_WHAT TO WORK ON_: Identify all lines below that hold "said" and collect them.

_MATERIAL SUPPLIED_:
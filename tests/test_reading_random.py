"""Combinations of mess drawn at random: read right with its remarks, or refused where it is ambiguous; never a wrong number."""

from __future__ import annotations

import os

import numpy as np
import pytest
from hypothesis import HealthCheck, given, settings
from hypothesis import strategies as st
from messy.writer import ML_PER_MIN, MMHG, Messy

from pulsekit.errors import RecordingError
from pulsekit.trace import read_recording

MARKERS = ("NaN", "", "--", "#N/A", "OL", "n/a", "-")


@st.composite
def messes(draw: st.DrawFn) -> Messy:
    """Any combination that an instrument and a colleague together may produce."""
    delimiter = draw(st.sampled_from([",", ";", "\t", "|"]))
    decimal = draw(st.sampled_from([".", ","])) if delimiter != "," else "."
    form = draw(st.sampled_from(["paren", "bracket", "slash", "two rows", "none"]))
    time = draw(st.sampled_from(["s", "ms", "min", "us", "clock", "iso", "zone", "count", "none"]))
    rows = draw(st.integers(40, 120))
    inner = st.integers(5, rows - 6)
    thousands = draw(st.sampled_from(["", "", "," if decimal == "." else ".", "'"]))
    quoted = draw(st.booleans())
    if thousands == delimiter:
        quoted = True
    stamped = time not in ("none", "count")
    missing = {row: draw(st.sampled_from(MARKERS)) for row in draw(st.sets(inner, max_size=3))}
    sentinel = {row: "-9999" for row in draw(st.sets(inner, max_size=2)) if row not in missing}
    gap = draw(st.one_of(st.none(), inner)) if stamped else None
    repeated = draw(st.one_of(st.none(), inner)) if stamped else None
    if gap is not None and repeated is not None and abs(gap - repeated) < 2:
        repeated = None  # at a gap nobody can know which stamp was meant
    return Messy(
        rows=rows, interval=draw(st.sampled_from([0.01, 0.005, 0.002, 0.04])), decimals=draw(st.integers(0, 4)), delimiter=delimiter, decimal=decimal, thousands=thousands,
        encoding=draw(st.sampled_from(["utf-8", "utf-8-sig", "utf-16", "utf-16-le", "utf-16-be", "cp1252"])), newline=draw(st.sampled_from(["\n", "\r\n", "\r"])),
        preamble=draw(st.sampled_from([0, 0, 1, 4, 30])), commented=draw(st.booleans()), form=form, time=time, quoted=quoted, trailing=draw(st.booleans()),
        empty_column=draw(st.booleans()) and form != "none", text_column=draw(st.booleans()) and form != "none", footer=draw(st.sampled_from([0, 0, 1, 3])),
        missing=missing, sentinel=sentinel, bad=tuple(draw(st.sets(inner, max_size=2))), gap=gap,
        repeated=repeated, cut=draw(st.booleans()) and time != "none", ended=draw(st.booleans()),
        offset=2000.0 if thousands else 0.0,
    )  # fmt: skip


def may_refuse(mess: Messy) -> bool:
    """Whether every cell of the file can be read with either decimal mark, so that refusing is right."""
    if mess.decimals == 3 and mess.time in ("min", "s", "ms"):
        return False
    return False


def check(mess: Messy) -> None:
    """Read the file and hold it against the truth."""
    recording = read_recording(("run.csv", mess.data()), **mess.options())  # type: ignore[arg-type]
    flow, pressure = recording[mess.name_of("flow")], recording[mess.name_of("pressure")]
    # Numbers are parsed to the last bit or two, then scaled once: 1e-14 relative; -9999 and markers are gone.
    np.testing.assert_allclose(flow.values, mess.flow[mess.kept] * ML_PER_MIN, rtol=1e-13, atol=0)
    np.testing.assert_allclose(pressure.values[: len(mess.kept)], pressure.values[: len(mess.kept)], rtol=0)
    if mess.form != "none":
        np.testing.assert_allclose(pressure.values, mess.pressure[: len(pressure.values)] * MMHG, rtol=1e-9)  # the registry's mmHg has ten digits
    # Stamps are written to 0.1 ms or finer; a rebuilt one is as good.
    time = flow.time - flow.time[0]
    truth = mess.instants[mess.kept] - mess.instants[mess.kept][0]
    np.testing.assert_allclose(time, truth, rtol=0, atol=1e-6)
    check_remarks(mess, " | ".join(recording.remarks))


def check_remarks(mess: Messy, said: str) -> None:
    """Every mess that was guessed around has its sentence, and no sentence stands there without cause."""
    spoken = {
        "without a number": bool(mess.missing),
        "-9999 stands for no value": bool(mess.sentinel),
        "left out because they are no rows": bool(mess.bad),
        "as a footer": bool(mess.footer) and not mess.cut,
        "was cut": mess.cut,
        "gap in time": mess.gap is not None,
        "repeated or running backward": mess.repeated is not None,
        "There is no header": mess.form == "none",
        "midnight": mess.time == "clock" and bool(mess.instants[: mess.rows - mess.cut].max() >= 0.5),
    }
    for words, cause in spoken.items():
        assert (words in said) == cause, (words, said)


@settings(max_examples=1500 if os.environ.get("PULSEKIT_LONG") else 60, deadline=None, suppress_health_check=[HealthCheck.too_slow], derandomize=not os.environ.get("PULSEKIT_LONG"))
@given(messes())
def test_any_combination_is_read_right_or_refused_rightly(mess: Messy) -> None:
    try:
        check(mess)
    except RecordingError as refusal:
        if not may_refuse(mess):
            raise AssertionError(f"refused: {refusal}") from refusal
        pytest.skip("refused")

_RESPONSE TO THE TASK_:
def check_remarks(mess: Messy, said: str) -> None:
        assert (words in said) == cause, (words, said)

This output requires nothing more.